def write_ensemble_outputs(
    summary: EnsembleSummary, folder: Path | str | None = None, *, figures: bool = True
) -> list[Path]:
    """Write DIR/tables, DIR/figures (unless ``figures`` is False), DIR/summary.json, DIR/robustness.json and
    DIR/outputs.json as one set
    (see the module's description); return the files written. DIR/members/ is never touched here."""
    folder = Path(folder or summary.folder)
    folder.mkdir(parents=True, exist_ok=True)
    check_output_targets(folder)
    _remove_interrupted(folder)
    run_id = uuid.uuid4().hex
    stage = Path(tempfile.mkdtemp(prefix=temporary_prefix("outputs"), dir=folder))
    try:
        _write_set(summary, stage, figures, run_id)
        manifest: dict[str, Any] = {
            "written_by": "pathcast ensemble",
            "run_id": run_id,
            "written_at": time.strftime("%Y-%m-%dT%H:%M:%S%z"),
            "ensemble": summary.design.get("name"),
            "members": members_state(summary),
            "figures": bool(figures),
            "files": _listed(stage),
        }
        (folder / MANIFEST).unlink(missing_ok=True)
        previous = stage / "previous"
        previous.mkdir()
        for name in SET_ENTRIES:
            target, new = folder / name, stage / name
            if target.exists():
                os.replace(target, previous / name)
            if new.exists():
                os.replace(new, target)
        write_json_atomic(folder / MANIFEST, manifest)
    finally:
        shutil.rmtree(stage, ignore_errors=True)
    return [folder / relative for relative in manifest["files"]] + [folder / MANIFEST]


def read_outputs_manifest(folder: Path | str) -> dict | None:
    """DIR/outputs.json, or None when there is none (or it cannot be read as JSON)."""
    path = Path(folder) / MANIFEST
    if not path.is_file():
        return None
    try:
        data = json.loads(path.read_text(encoding="utf-8"))
    except (OSError, ValueError):
        return None
    return data if isinstance(data, dict) and isinstance(data.get("files"), dict) else None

══════════════════════════════

EXERCISE DIRECTIONS
In the listing above, find each line with the word "name" and return it.

SOLUTION FOR THIS EXERCISE
            "ensemble": summary.design.get("name"),
        for name in SET_ENTRIES:
            target, new = folder / name, stage / name
                os.replace(target, previous / name)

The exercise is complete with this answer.